No creditor could carry on the business of lending if he could become liable to a mortgagee and to a surety or to either of them for a decline in value of mortgaged property, unless the creditor was personally responsible for the decline.

[18] But that is not this case. There is nothing in the China Bank case, or for that matter in Wulff v Jay, to support Mr Sharp’s proposition that, (notwithstanding the permissive language of cl 12), Eastland Tyres was under an equitable duty to take, not only some further security, but all available securities from both Gisborne Haulage and the appellant. The existence of any such duty is in my view completely negated by cl 12.1(b), which expressly conferred on Eastland Tyres a right to elect whether or not to proceed with the taking of any securities. To adopt the language of Lord Templeman, no creditor could carry on the business of lending if, notwithstanding an express power to elect to take further securities, a lender found itself obliged to do so or risk the loss of its guarantee. Such an outcome would require clear supporting authority. There is nothing in the cases to which Mr Sharp refers to support his argument. The second ground of appeal must also fail.

Result

[19] The appeal fails and is accordingly dismissed. The respondent is entitled to costs, calculated on a band 2B basis, together with reasonable disbursements to be fixed by the Registrar.

C J Allan J


[1] Eastland Tyres Ltd v Haar DC Gisborne CIV-2010-016-579, 1 October 2012.

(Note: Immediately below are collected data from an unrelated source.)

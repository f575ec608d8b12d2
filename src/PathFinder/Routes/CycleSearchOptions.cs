namespace PathFinder.Routes;

/// <summary>Bounds and budget for a cycle search.</summary>
public sealed record CycleSearchOptions
{
    /// <summary>Largest number of measurements in a cycle (default 6).</summary>
    public int MaxSize { get; init; } = 6;

    /// <summary>Largest number of cycles returned, largest |z| first (default 1000); all cycles found are still counted.</summary>
    public int MaxCycles { get; init; } = 1000;

    /// <summary>Wall-clock budget; null means none (default).</summary>
    public TimeSpan? TimeBudget { get; init; }

    /// <summary>Work budget in search steps; null means none (default). Unlike <see cref="TimeBudget"/> it cuts the search at the same point on every machine and every run.</summary>
    public long? WorkBudget { get; init; }

    /// <summary>Token that stops the search early; the partial result is returned with <see cref="SearchCut.Cancelled"/>.</summary>
    public CancellationToken CancellationToken { get; init; }
}
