namespace PathFinder.Routes;

/// <summary>Bounds and budget for a route search.</summary>
public sealed record RouteSearchOptions
{
    /// <summary>Largest number of measurements in a route (default 6).</summary>
    /// <remarks>Any positive bound is accepted: the search never goes deeper than the rank of the network allows, and its
    /// memory follows the depth it reaches, not the bound.</remarks>
    public int MaxSteps { get; init; } = 6;

    /// <summary>Largest number of routes returned, best first (default 100); all routes found are still counted.</summary>
    public int MaxRoutes { get; init; } = 100;

    /// <summary>Wall-clock budget; null means none (default).</summary>
    public TimeSpan? TimeBudget { get; init; }

    /// <summary>Work budget in search steps; null means none (default). Unlike <see cref="TimeBudget"/> it cuts the search at the same point on every machine and every run.</summary>
    /// <remarks>Routes are searched by increasing size, and the steps spent on routes of up to n measurements do not
    /// depend on <see cref="MaxSteps"/>: with the same work budget, a larger step bound finds every route a smaller one finds.</remarks>
    public long? WorkBudget { get; init; }

    /// <summary>Stop as soon as this many routes (over measurements) have been found; null means never (default).</summary>
    /// <remarks>With a stop, the returned routes are the best among those found, not necessarily the best overall.</remarks>
    public long? StopAfter { get; init; }

    /// <summary>Token that stops the search early; the partial result is returned with <see cref="SearchCut.Cancelled"/>.</summary>
    public CancellationToken CancellationToken { get; init; }
}
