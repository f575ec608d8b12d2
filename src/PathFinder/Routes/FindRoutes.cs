using PathFinder.Algebra;

namespace PathFinder.Routes;

/// <summary>One-line entry point for route searches: <c>FindRoutes.To(network, target)</c>.</summary>
public static class FindRoutes
{
    /// <summary>Finds the minimal routes to <paramref name="target"/>, best first (see <see cref="RouteSearch"/>).</summary>
    public static RouteSearchResult To(RouteNetwork network, SparseVector target, RouteSearchOptions? options = null) =>
        new RouteSearch(network, options).Run(target);
}
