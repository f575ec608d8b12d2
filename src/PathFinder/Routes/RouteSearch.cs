using Fractions;
using PathFinder.Algebra;

namespace PathFinder.Routes;

/// <summary>Finds the minimal Hess's-law routes from measurements to a target reaction, best (lowest uncertainty) first.</summary>
/// <remarks>
/// <para>A route is a set S of measurements with nonzero exact factors cᵢ such that Σ cᵢ·rᵢ = t and no proper subset
/// can make t (S ∪ {t} is a circuit of the vector matroid). Its value is Σ cᵢ·vᵢ and its uncertainty √(Σ cᵢ²uᵢ²).</para>
/// <para>The search runs over classes of parallel measurements (<see cref="RouteNetwork"/>); a class-level route
/// expands into one route per choice of member in each class, and the cheapest members give its smallest uncertainty.
/// Only the <see cref="RouteSearchOptions.MaxRoutes"/> class routes with the smallest such best uncertainty are kept,
/// which provably contain the best routes over measurements; those are expanded best first. The order is exact once
/// the search is complete; with a cut, it is the order among the routes found.</para>
/// <para>Routes are searched by increasing size (iterative deepening): every route of n steps is found before any of
/// n + 1, so a budget that cuts the search leaves every route up to <see cref="RouteSearchResult.CompleteUpToSteps"/>
/// steps found, and raising <see cref="RouteSearchOptions.MaxSteps"/> never finds fewer routes within the same work
/// budget.</para>
/// </remarks>
public sealed class RouteSearch
{
    private readonly RouteNetwork _network;
    private readonly RouteSearchOptions _options;

    /// <summary>Prepares a search over <paramref name="network"/> with <paramref name="options"/>.</summary>
    public RouteSearch(RouteNetwork network, RouteSearchOptions? options = null)
    {
        ArgumentNullException.ThrowIfNull(network);
        _network = network;
        _options = options ?? new RouteSearchOptions();
        ArgumentOutOfRangeException.ThrowIfLessThan(_options.MaxSteps, 1);
        ArgumentOutOfRangeException.ThrowIfLessThan(_options.MaxRoutes, 0);
        if (_options.WorkBudget is < 0)
        {
            throw new ArgumentOutOfRangeException(nameof(options), _options.WorkBudget, "The work budget must not be negative.");
        }
    }

    /// <summary>Runs the search for <paramref name="target"/> (a nonzero vector over species).</summary>
    public RouteSearchResult Run(SparseVector target)
    {
        ArgumentNullException.ThrowIfNull(target);
        if (target.IsZero)
        {
            throw new ArgumentException("The target must be a nonzero vector; use the cycle search for closures.", nameof(target));
        }

        var budget = new SearchBudget(_options.TimeBudget, _options.CancellationToken, _options.WorkBudget);
        int[] unreachable = [.. target.Indices.ToArray().Where(s => !_network.SpeciesIndex.ContainsKey(s))];
        if (unreachable.Length > 0)
        {
            return Empty(unreachable, budget, certified: true);
        }

        // Target over internal species indices, as scale · primitive.
        SparseVector internalTarget = SparseVector.Create(target.Entries.Select(e => new KeyValuePair<int, Fraction>(_network.SpeciesIndex[e.Key], e.Value)));
        System.Numerics.BigInteger[] targetInts = internalTarget.ToPrimitive(out Fraction targetScale);
        int[] targetSpecies = internalTarget.Indices.ToArray();
        ulong[] targetModular = [.. targetInts.Select(Mersenne61.FromBigInteger)];
        SparseVector primitiveTarget = internalTarget.Scale(Fraction.One / targetScale);
        bool certified = HadamardBound(targetInts.Sum(x => (double)x * (double)x), _options.MaxSteps) < Mersenne61.Prime;

        var kept = new PriorityQueue<ClassCircuit, ClassCircuit>(Comparer<ClassCircuit>.Create((a, b) => ClassCircuit.ByQuality.Compare(b, a)));
        long found = 0, order = 0;
        TimeSpan? first = null;
        int maxRoutes = _options.MaxRoutes;

        bool Offer(ReadOnlySpan<int> classes, ReadOnlySpan<ulong> relation)
        {
            first ??= budget.Clock.Elapsed;
            long count = ClassCircuit.SaturatingProduct(_network, classes.ToArray());
            found = found > long.MaxValue - count ? long.MaxValue : found + count;
            if (maxRoutes > 0)
            {
                Fraction[] k = ClassCircuit.FactorsOf(_network, classes, relation, primitiveTarget);
                int[] sorted = classes.ToArray();
                Fraction[] factors = [.. k.Select(f => f * targetScale)];
                Array.Sort(sorted, factors);
                double variance = 0;
                for (int j = 0; j < sorted.Length; j++)
                {
                    double f = factors[j].ToDouble();
                    double u = _network.Classes[sorted[j]].UnitUncertainties[0];
                    variance += f * f * u * u;
                }

                var circuit = new ClassCircuit(sorted, factors, variance, order++);
                kept.Enqueue(circuit, circuit);
                if (kept.Count > maxRoutes)
                {
                    kept.Dequeue();
                }
            }

            return _options.StopAfter is not { } stop || found < stop;
        }

        // Iterative deepening by route size: round n walks the tree to depth n and reports the routes of exactly n
        // steps. Rounds 1..n take the same steps whatever the step bound, so a larger bound never finds fewer routes
        // within the same work budget (the depth-first walk to the full bound could spend a budget on long routes before
        // reaching short ones). On a branching network the rounds before the last cost a fraction of it, as the tree
        // widens with depth; on a long chain (a route of d steps and nothing else) the rounds add up to O(d³) work, the
        // price of that guarantee (larger increments would break it for bounds between two rounds). The search stops
        // early once a round reaches no branch cut by its bound: no longer route exists.
        var engine = new CircuitEngine(_network, budget);
        int completeUpTo = 0;
        for (int size = 1; size <= _options.MaxSteps; size++)
        {
            engine.Run(targetSpecies, targetModular, 0, size, completeUpTo + 1, Offer);
            if (budget.Stopped)
            {
                break;
            }

            if (!engine.CutByStepBound)
            {
                completeUpTo = _options.MaxSteps;
                break;
            }

            completeUpTo = size;
            if (size == _options.MaxSteps)
            {
                budget.Mark(SearchCut.StepBound);
            }
        }

        List<Route> routes = Expand([.. kept.UnorderedItems.Select(x => x.Element)], maxRoutes);
        (List<Route> marked, int rank) = MarkIndependent(routes);
        return new RouteSearchResult
        {
            Routes = marked,
            RoutesFound = found,
            Cut = budget.Cut,
            IndependentRouteCount = rank,
            UnreachableSpecies = [],
            ExactnessCertified = certified,
            Elapsed = budget.Clock.Elapsed,
            FirstRouteElapsed = first,
            CompleteUpToSteps = completeUpTo,
            SearchSteps = budget.Steps,
        };
    }

    // Product of the target norm and the largest class norms: bounds every minor met by the search.
    private double HadamardBound(double targetNormSquared, int steps)
    {
        double bound = Math.Sqrt(targetNormSquared);
        foreach (double n in _network.Classes.Select(c => c.Norm).OrderByDescending(n => n).Take(steps))
        {
            bound *= n;
        }

        return bound;
    }

    private RouteSearchResult Empty(int[] unreachable, SearchBudget budget, bool certified) => new()
    {
        Routes = [],
        RoutesFound = 0,
        Cut = SearchCut.None,
        IndependentRouteCount = 0,
        UnreachableSpecies = unreachable,
        ExactnessCertified = certified,
        Elapsed = budget.Clock.Elapsed,
        FirstRouteElapsed = null,
        CompleteUpToSteps = _options.MaxSteps,
        SearchSteps = budget.Steps,
    };

    // Best-first expansion of class routes into measurement routes: each class route's member choices are enumerated
    // in increasing variance with the usual successor rule (raise one position at or after the last raised one).
    private List<Route> Expand(List<ClassCircuit> circuits, int maxRoutes)
    {
        var heap = new PriorityQueue<(int Circuit, int[] Choice, int Last), (double, int, long)>();
        foreach ((ClassCircuit c, int i) in circuits.Select((c, i) => (c, i)))
        {
            int[] choice = new int[c.Classes.Length];
            heap.Enqueue((i, choice, 0), (Variance(c, choice), c.Classes.Length, c.Order));
        }

        var routes = new List<Route>();
        while (routes.Count < maxRoutes && heap.TryDequeue(out (int Circuit, int[] Choice, int Last) item, out _))
        {
            ClassCircuit c = circuits[item.Circuit];
            routes.Add(BuildRoute(c, item.Choice));
            for (int p = item.Last; p < item.Choice.Length; p++)
            {
                if (item.Choice[p] + 1 < _network.Classes[c.Classes[p]].Members.Length)
                {
                    int[] next = (int[])item.Choice.Clone();
                    next[p]++;
                    heap.Enqueue((item.Circuit, next, p), (Variance(c, next), c.Classes.Length, c.Order));
                }
            }
        }

        routes.Sort(CompareRoutes);
        return routes;
    }

    private double Variance(ClassCircuit c, int[] choice)
    {
        double v = 0;
        for (int j = 0; j < choice.Length; j++)
        {
            double u = _network.Classes[c.Classes[j]].UnitUncertainties[choice[j]];
            v += c.FactorSquares[j] * u * u;
        }

        return v;
    }

    private Route BuildRoute(ClassCircuit c, int[] choice)
    {
        var pairs = new List<(int Measurement, Fraction Factor)>(choice.Length);
        for (int j = 0; j < choice.Length; j++)
        {
            int m = _network.Classes[c.Classes[j]].Members[choice[j]];
            pairs.Add((m, c.Factors[j] / _network.ScaleOfMeasurement[m]));
        }

        pairs.Sort((a, b) => a.Measurement.CompareTo(b.Measurement));
        double value = 0, variance = 0;
        foreach ((int m, Fraction f) in pairs)
        {
            double fd = f.ToDouble();
            value += fd * _network.Values[m];
            variance += fd * fd * _network.Uncertainties[m] * _network.Uncertainties[m];
        }

        return new Route([.. pairs.Select(p => p.Measurement)], [.. pairs.Select(p => new Fraction(p.Factor.Numerator, p.Factor.Denominator))], value, Math.Sqrt(variance), false);
    }

    internal static int CompareRoutes(Route a, Route b)
    {
        int c = a.Uncertainty.CompareTo(b.Uncertainty);
        if (c != 0)
        {
            return c;
        }

        c = a.Steps.CompareTo(b.Steps);
        if (c != 0)
        {
            return c;
        }

        for (int k = 0; k < a.Steps; k++)
        {
            c = a.Measurements[k].CompareTo(b.Measurements[k]);
            if (c != 0)
            {
                return c;
            }
        }

        return 0;
    }

    private static (List<Route> Routes, int Rank) MarkIndependent(List<Route> routes)
    {
        var echelon = new ExactEchelon();
        var marked = new List<Route>(routes.Count);
        foreach (Route r in routes)
        {
            SparseVector v = SparseVector.Create([.. r.Measurements.Select((m, k) => (m, r.Factors[k]))]);
            marked.Add(r with { IsIndependent = echelon.Add(v) });
        }

        return (marked, echelon.Rank);
    }
}
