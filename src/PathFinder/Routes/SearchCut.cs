namespace PathFinder.Routes;

/// <summary>Reasons a route or cycle search may have left part of its search space unexplored.</summary>
[Flags]
public enum SearchCut
{
    /// <summary>Nothing was cut: the search is complete.</summary>
    None = 0,

    /// <summary>A branch that could still grow was stopped by the step (or cycle size) bound; longer results may exist.</summary>
    StepBound = 1,

    /// <summary>The time budget ran out.</summary>
    TimeBudget = 2,

    /// <summary>The cancellation token was signalled.</summary>
    Cancelled = 4,

    /// <summary>The search stopped after the requested number of results (<c>StopAfter</c>).</summary>
    StoppedEarly = 8,

    /// <summary>The work budget (a number of search steps) ran out: unlike a time budget, the same input gives the same result on any machine.</summary>
    WorkBudget = 16,
}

[2] Wulff v Jay (1972) LR 7 QB 756; Yorkshire Bank Plc v Hall [1999] 1 All ER 879 at 893; New

Zealand Bloodstock Leasing Ltd v Jenkins [2007] NZHC 336; (2007) 3 NZCCLR 811 at [67].

[3] Wulff v Jay, above n 2, at 762.

[4] Eastland Tyres Ltd v Haar, above n 1, at [12] and [16]..

[5] China and South Sea Bank Ltd v Tan Soon Gin [1990] 1 AC 536.

[6] At 545.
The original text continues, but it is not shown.